Improved A/C Efficiency with Oil-less Compressor and Variable-Speed Operation

Most of the air conditioning (A/C) compressor pumps on the residential market today are scroll compressors and piston compressors.  Both types of compressors require oil to be added to the refrigerant to act as a lubricant and both types of compressors operate at a single prescribed RPM, modulating their cooling capacity by cycling on and off. A new compressor has been designed, differing from scroll and piston compressors in two significant ways: 1) It can operate using a pure refrigerant without adding any lubricating oil, increasing heat transfer and thermodynamic efficiency, and 2) It can operate continuously with variable RPMs, adjusting the cycle to meet ideal operating conditions. The combination of these two design features results in increased performance of the A/C cycle, significantly reducing the overall electrical consumption and cost of the system.

Refrigeration Cycle

In an A/C system, a refrigerant circulates through a refrigeration cycle, absorbing heat from the interior of a building and expelling heat to ambient air exterior of the building. An idealized refrigeration cycle is shown in a T-S diagram in Figure 1, including a compressor, a condenser, an expansion valve, and an evaporator.  The compressor uses electrical work to compress the refrigerant from a low-pressure, low-temperature gas (State 1) to a high-pressure, high-temperature gas (State 2). The required work input increases as the exit temperature and the corresponding compressor pressure ratio (high pressure to low pressure) increase. Next, the refrigerant enters the high-pressure condenser and changes phase from gas (State 2) to liquid (State 3) as heat flows from the interior of the condenser, conducted through copper tubing, and rejected to the surroundings outside of the condenser, the exterior of the building. The temperature difference between the condenser and the surroundings must be large enough to achieve the required heat transfer rate for cycle operation. However, a condenser that operates with a high rate of heat conduction requires a relatively small temperature difference between the condenser and surroundings, corresponding to a lower condenser pressure and reduced compressor work.
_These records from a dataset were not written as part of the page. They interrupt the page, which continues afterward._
/// random_terms with a product of three operators, whose sign depends on the site between.
Problem random_with_three(const RandomChain& wanted, std::mt19937_64& generator) {
    std::vector<PlacedTerm> terms = random_terms(wanted, generator);
    const int two_s = wanted.chain.two_s;
    const int length = wanted.chain.length();
    const int count = wanted.uniform ? 1 : wanted.chain.is_ring() ? length : length - 2;
    std::vector<Complex> couplings;
    for (int i = 0; i < count; ++i) {
        const double re = draw(generator);
        couplings.emplace_back(re, wanted.complex ? draw(generator) : 0.0);
    }
    terms.push_back({.factors = {SiteMatrix::raising(two_s),
                                 SiteMatrix::sz(two_s),
                                 SiteMatrix::lowering(two_s)},
                     .offsets = {0, 1, 2},
                     .coupling = couplings,
                     .add_conjugate = true});
    const Result<TermList> list = build_terms(wanted.chain, terms, Coincident::add, 1);
    return {wanted.chain, std::make_shared<const TermList>(list.value()), 0.3};
}

std::vector<Problem> small_problems() {
    std::mt19937_64 generator(31);
    std::vector<Problem> problems;
    for (const bool complex : {false, true}) {
        for (const bool uniform : {true, false}) {
            for (const Keeps keeps : {Keeps::sz, Keeps::parity, Keeps::nothing}) {
                const auto add = [&](const Chain& chain) {
                    problems.push_back(
                        random_with_three({chain, keeps, uniform, complex}, generator));
                };
                add(chain_of(7, 1));
                add(chain_of(6, 1, pi));
                add(chain_of(5, 2));
                add(chain_of(5, 2, pi));
                add(chain_of(4, 3));
                add(open_of(6, 1));
                add(open_of(4, 2));
            }
            for (const int two_s : {1, 2, 3}) {
                const Chain twisted = chain_of(two_s == 1 ? 6 : 4, two_s, 0.83);
                problems.push_back(
                    random_with_three({twisted, Keeps::sz, uniform, complex}, generator));
            }
        }
    }
    // Reflection and inversion hold as well.
    for (const Chain& chain :
         {chain_of(7, 1), chain_of(8, 1), chain_of(8, 1, pi), open_of(7, 1), chain_of(5, 2)}) {
        problems.push_back(family_problem("xxz", {1.0, 0.7}, chain));
        problems.push_back(family_problem("tfim", {1.0}, chain));
    }
    problems.push_back(family_problem("dimer_xx", {1.0, 0.3}, chain_of(8, 1)));
    problems.push_back(family_problem("blbq", {1.0, 0.4}, chain_of(5, 2)));
    problems.push_back(family_problem("heisenberg", {1.0}, chain_of(4, 3)));
    return problems;
}

/// Number of a configuration in the full space: base 2S+1 instead of bits.
Eigen::Index full_index(const Packing& packing, Word word) {
    Eigen::Index index = 0;
    for (int site = packing.length - 1; site >= 0; --site) {
        index = index * (packing.two_s + 1) + packing.digit(word, site);
    }
    return index;
}

Eigen::MatrixXcd full_of(const SectorHamiltonian& hamiltonian) {
    const int length = hamiltonian.chain.length();
    return dense::full_matrix<Complex>(hamiltonian.terms, length, hamiltonian.chain.two_s);
}

/// Columns: the orthonormal states of a sector over the full space, psi(s) = (-1)^odd chi(h) psi(a)
/// for h|s> = (-1)^odd |a>.
Eigen::MatrixXcd states_of(const Sector& sector, const std::vector<Word>& smallest) {
    const Packing& packing = sector.group.packing;
    const auto chi = characters(sector.group, sector.label.irrep);
    Eigen::MatrixXcd states = Eigen::MatrixXcd::Zero(full_index(packing, packing.top) + 1,
                                                     static_cast<Eigen::Index>(smallest.size()));
    for (const Word word : all_words(packing)) {
        for_each_map(sector.group, [&](int t, int r, int z) {
            const Moved image = moved(sector.group, t, r, z, word);
            const auto at = std::lower_bound(smallest.begin(), smallest.end(), image.word);
            if (at != smallest.end() && *at == image.word) {
                const Complex value = chi[static_cast<std::size_t>(sector.group.number(t, r, z))];
                states(full_index(packing, word), at - smallest.begin()) =
                    image.odd ? -value : value;
            }
        });
    }
    states.colwise().normalize();
    return states;
}

double scale_of(const SectorHamiltonian& hamiltonian) {
    return hamiltonian.packed.row_sum();
}
double operations(const SectorHamiltonian& hamiltonian) {
    return 4.0 + static_cast<double>(hamiltonian.packed.n_strings());
}

/// y = scale H x - keep y and the product it returns, against the matrix in the orthonormal basis.
template <class Scalar>
void check_product(const LinearOperator<Scalar>& op,
                   const MatrixOf<Scalar>& matrix,
                   const SectorHamiltonian& hamiltonian,
                   std::mt19937_64& generator) {
    REQUIRE(op.dim() == matrix.rows());
    const Eigen::VectorXd roots = weights_of(op.metric(), op.dim()).cwiseSqrt();
    const VectorOf<Scalar> x = random_vector<Scalar>(op.dim(), generator);
    const VectorOf<Scalar> before = random_vector<Scalar>(op.dim(), generator);
    for (const auto& [scale, keep] : {std::pair{1.0, 0.0}, {-0.7, 1.3}}) {
        VectorOf<Scalar> y = before;
        if (keep == 0.0) {
            y.setConstant(std::numeric_limits<double>::quiet_NaN());  // must not be read
        }
        const double product = op.multiply(x.data(), y.data(), scale, keep);
        const VectorOf<Scalar> left = roots.asDiagonal() * y;
        const VectorOf<Scalar> in = roots.asDiagonal() * x;
        VectorOf<Scalar> expected = scale * (matrix * in);
        if (keep != 0.0) {
            expected -= keep * (roots.asDiagonal() * before);
        }
        const double size = scale_of(hamiltonian) * (in.norm() + 1.0);
        CHECK_NEAR((left - expected).norm(), 0.0, rounding(size, operations(hamiltonian)));
        CHECK_NEAR(product,
                   std::real(in.dot(expected)),
                   rounding(size * (in.norm() + 1.0), operations(hamiltonian)));
    }
    CHECK(op.row_sum() * (1 + 1e-12) >= matrix.cwiseAbs().colwise().norm().template maxCoeff());
}

/// <x|H y> = <y|H x>*.
template <class Scalar>
void check_hermitian(const LinearOperator<Scalar>& op, std::mt19937_64& generator) {
    const Eigen::VectorXd weights = weights_of(op.metric(), op.dim());
    const VectorOf<Scalar> x = random_vector<Scalar>(op.dim(), generator);
    const VectorOf<Scalar> y = random_vector<Scalar>(op.dim(), generator);
    VectorOf<Scalar> hx(op.dim());
    VectorOf<Scalar> hy(op.dim());
    op.multiply(x.data(), hx.data(), 1.0, 0.0);
    op.multiply(y.data(), hy.data(), 1.0, 0.0);
    const Complex left = x.dot(weights.asDiagonal() * hy);
    const Complex right = y.dot(weights.asDiagonal() * hx);
    const double size = op.row_sum() * weights.sum();
    CHECK_NEAR(std::abs(left - std::conj(right)),
               0.0,
               rounding(size, 4.0 + static_cast<double>(op.n_strings())));
}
Next, an expansion valve transforms the high-pressure liquid at the condenser exit (State 3) to a low-pressure liquid-vapor mixture at the evaporator inlet (State 4) located in the interior of the building where cooling is desired. Heat from the building flows to the cold evaporator, conducted through the copper tubing walls of the evaporator, and absorbed by the refrigerant. The result is a low-pressure gas at the evaporator exit (State 1), completing the thermodynamic cycle. The temperature difference between the cold evaporator and its surroundings must be large enough to achieve the desired heat transfer rate. An evaporator designed to operate with a high conductive heat transfer rate, requires only a small temperature difference, allowing a relatively warmer evaporator operating temperature. A warmer operating temperature for the evaporator still below the temperature of the building) corresponds to a higher evaporator pressure, reducing the compressor pressure ratio and reducing the work input for the cycle.

Oil-less Compressor

Existing compressors in A/C systems have metal-on-metal contact points and require a lubricating oil during operation. The concentration of oil in the refrigerant is estimated in the range of 10-20% (1). When oil is added to the refrigerant, it circulates throughout the entire A/C system.  As a result, the interior walls of the copper coils in both the condenser and evaporator become coated with a thin layer of oil.  This layer of oil becomes an additional barrier for the heat to pass through, slowing the rate of conduction.  That is, heat must now be conducted through not only the copper tubing of the condenser and evaporator but must also pass through an additional layer of oil.  Further, when looking at the thermal conductivity (k) of copper at 413 W/mK and oil at ≈ 0.15 W/mK, we can see that the rate of conductivity for copper is 2733 times faster than oil (413/0.15) = 2733.  Although the layer of oil may be extremely thin, this additional layer of low-conductivity oil greatly slows the rate of heat flow through both the condenser and evaporator.  This low conduction rate requires large temperature differences, relative to their surroundings, for both the condenser and evaporator to achieve the necessary heat transfer rate. 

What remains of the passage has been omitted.